# Domain-Invariant Per-Frame Feature Extraction for Cross-Domain Imitation Learning with Visual Observations

This repository is the under-review-version implementation of "Domain-Invariant Per-Frame Feature Extraction for Cross-Domain Imitation Learning with Visual Observations (DIFFIL)", which is submitted to ICLR2026.

## Requirements

We utilized Anaconda for environment configuration.

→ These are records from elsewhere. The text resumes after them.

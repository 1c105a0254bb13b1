//! Hourly runs: a background worker reconciles every period whose inputs changed (its dirty
//! mark) once the period is closed — its end plus a grace delay has passed, so the historian's
//! late readings of the hour are in — and again whenever a reading of it is added or replaced.
//! The solve itself runs on a blocking thread so requests keep flowing.
//!
//! Several instances may share one database: each period is claimed before it runs (see
//! `store::claims`), for a lease the instance renews while the run goes on, and its run is
//! recorded only while the claim is held. No period runs on two instances at once, and the
//! claims of an instance that dies lapse, so its periods are taken by another.
//!
//! A run is: the model revision in effect at the period's start, the period's stored readings,
//! each meter's mean of good and uncertain readings, the steadiness screen, the engine, and the
//! whole report stored as a new current run (earlier runs stay as history).

use std::sync::Arc;
use std::time::{Duration, Instant};

use chrono::{DateTime, TimeDelta, Utc};
use std::collections::{BTreeMap, HashMap};

use reconcile::{Analysis, PeriodInput, Plant, Quality, Reading, Report};
use serde::Serialize;
use tokio::sync::{watch, Notify};

use crate::api::AppState;
use crate::health::MeterPeriod;
use crate::ingest::in_effect;
use crate::store::{Claim, NewRun, PlantRow, Store, StoreError};

/// When the worker runs periods.
#[derive(Debug, Clone, Copy)]
pub struct Schedule {
    /// A period is closed this long after its end.
    pub grace: Duration,
    /// How often the worker looks for due periods (it also wakes on every stored batch).
    pub tick: Duration,
    /// Periods run at once (each solve on its own blocking thread).
    pub workers: usize,
}

/// Who claims periods, and for how long: this instance among those sharing the database.
#[derive(Debug, Clone)]
pub struct Claimant {
    /// This instance's name in its claims: unique among the instances sharing the database.
    pub instance: String,
    /// How long a claim lasts unless renewed; a run renews it every third of this.
    pub lease: Duration,
}

impl Default for Claimant {
    fn default() -> Claimant {
        Claimant {
            instance: instance_name(None),
            lease: Duration::from_secs(60),
        }
    }
}

impl Default for Schedule {
    fn default() -> Schedule {
        Schedule {
            grace: Duration::from_secs(300),
            tick: Duration::from_secs(30),
            workers: default_workers(),
        }
    }
}

/// An instance name for claims: `label` (the host's name when absent or blank), the process id
/// and a random suffix, so that two instances never share one even when given the same label.
pub fn instance_name(label: Option<&str>) -> String {
    let host = || {
        std::fs::read_to_string("/proc/sys/kernel/hostname")
            .ok()
            .or_else(|| std::env::var("HOSTNAME").ok())
            .map(|h| h.trim().to_string())
            .filter(|h| !h.is_empty())
            .unwrap_or_else(|| "loopbal".into())
    };
    let label = label
        .map(str::trim)
        .filter(|l| !l.is_empty())
        .map_or_else(host, str::to_string);
    format!(
        "{label}/{}/{:08x}",
        std::process::id(),
        rand::random::<u32>()
    )
}

/// One worker per core.
pub fn default_workers() -> usize {
    std::thread::available_parallelism().map_or(1, |n| n.get())
}

/// A meter whose readings within one period spread over more than this many σ makes the
/// period unsteady. The range of n independent normal readings exceeds 8σ with probability
/// well below 10⁻³ for n up to 100 (mean range of 100 readings about 5.0σ, sd near 0.4σ; from
/// memory), so a wider spread means the process moved within the period, not noise.
pub const UNSTEADY_SPREAD_SIGMAS: f64 = 8.0;

/// The period's inputs as the engine saw them, stored with every run.
#[derive(Debug, Clone, Serialize)]
pub struct RunInputs {
    pub revision: i64,
    /// Readings found in the period, of any quality.
    pub readings: usize,
    pub meters: Vec<MeterInput>,
    /// Tags of the revision with no usable reading in the period (unmeasured this period).
    pub missing: Vec<String>,
    /// Tags whose readings spread beyond the steadiness screen.
    pub unsteady: Vec<String>,
}

#[derive(Debug, Clone, Serialize)]
pub struct MeterInput {
    pub tag: String,
    /// Mean of the good and uncertain readings, in the meter's uom.
    pub value: f64,
    pub readings: usize,
    pub used_uncertain: bool,
    pub spread: f64,
}

/// Why a period could not be run.
#[derive(Debug, thiserror::Error)]
pub enum RunError {
    #[error("plant \"{0}\" has no model")]
    NoModel(String),
    #[error(transparent)]
    Store(#[from] StoreError),
    #[error("the engine stopped unexpectedly: {0}")]
    Engine(String),
}

/// The outcome of one run.
#[derive(Debug, Clone)]
pub struct RunOutcome {
    pub run_id: i64,
    pub report: Report,
    pub inputs: RunInputs,
}

/// Run one period now and store the run as its current one. If the period is dirty and no
/// other instance holds it, it is claimed first and the run settles its mark; if another
/// instance is running it, this run is recorded as well, and whichever is recorded last is
/// current.
pub async fn run_period(
    state: &AppState,
    plant: &PlantRow,
    start: DateTime<Utc>,
) -> Result<RunOutcome, RunError> {
    let claimant = &state.claimant;
    let claim = state
        .store
        .claim_due(plant, &claimant.instance, start..=start, claimant.lease, 1)
        .await?
        .pop();
    match claim {
        Some(claim) => {
            let models = Models::load(&state.store, plant).await?;
            run_claimed(state, plant, &models, &claim, claimant.lease).await
        }
        None => {
            let (model, revision) = model_at(&state.store, plant, start).await?;
            run_period_with(state, plant, start, model, revision, None).await
        }
    }
}

/// [`run_period`] with the model already resolved; with a claim, the run is recorded only
/// while the claim is held, and settles it.
async fn run_period_with(
    state: &AppState,
    plant: &PlantRow,
    start: DateTime<Utc>,
    model: Arc<Plant>,
    revision: i64,
    claim: Option<&Claim>,
) -> Result<RunOutcome, RunError> {
    let began = Instant::now();
    let end = start + TimeDelta::seconds(model.period_seconds);
    let stored = state.store.readings_in(plant, start, end).await?;
    // Per tag: (bad readings, readings outside the instrument range), for the health screens.
    let mut screens: HashMap<String, (i64, i64)> = HashMap::new();
    for s in &stored {
        let e = screens.entry(s.reading.tag.clone()).or_default();
        e.0 += i64::from(s.reading.quality == Quality::Bad);
        e.1 += i64::from(s.out_of_range);
    }
    let readings: Vec<Reading> = stored.into_iter().map(|s| s.reading).collect();
    let engine_model = Arc::clone(&model);
    let (report, inputs, correlations) = tokio::task::spawn_blocking(move || {
        let input = period_input(&engine_model, &readings, start);
        let (unsteady, warnings) = steadiness(&engine_model, &input);
        let analysis = reconcile::analyse_period(&engine_model, &input);
        let correlations = correlations_by_tag(&engine_model, &analysis);
        let mut report = analysis.report;
        report.warnings.extend(warnings);
        let inputs = run_inputs(&engine_model, &input, revision, readings.len(), unsteady);
        (report, inputs, correlations)
    })
    .await
    .map_err(|e| RunError::Engine(e.to_string()))?;
    let status = serde_json::to_value(report.status)
        .ok()
        .and_then(|v| v.as_str().map(str::to_string))
        .unwrap_or_else(|| "unknown".into());
    let meters = meter_rows(&report, start, &screens, correlations);
    let run = NewRun {
        meters,
        period_start: start,
        revision,
        engine_version: reconcile::ENGINE_VERSION.to_string(),
        status: status.clone(),
        report: serde_json::to_value(&report)
            .map_err(|e| RunError::Engine(format!("report does not serialise: {e}")))?,
        inputs: serde_json::to_value(&inputs)
            .map_err(|e| RunError::Engine(format!("inputs do not serialise: {e}")))?,
    };
    let run_id = match claim {
        Some(claim) => state.store.record_claimed_run(plant, &run, claim).await?.0,
        None => state.store.record_run(plant, &run).await?,
    };
    state.metrics.run(&status, began.elapsed());
    tracing::info!(plant = %plant.name, period = %start, status = %status, "period run");
    Ok(RunOutcome {
        run_id,
        report,
        inputs,
    })
}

The experimental tasks are grounded in OpenAI Gym and DeepMind Control Suite.

Prior to installing mujoco-py and executing the experiment, a MuJoCo activation key is requisite, which can be obtained from https://www.roboti.us/license.html. (expires on October 18, 2031.)

We leveraged a GeForce RTX 3090 GPU as our computational resource, with CUDA 11.4 and CUDNN 8.2.4 installed.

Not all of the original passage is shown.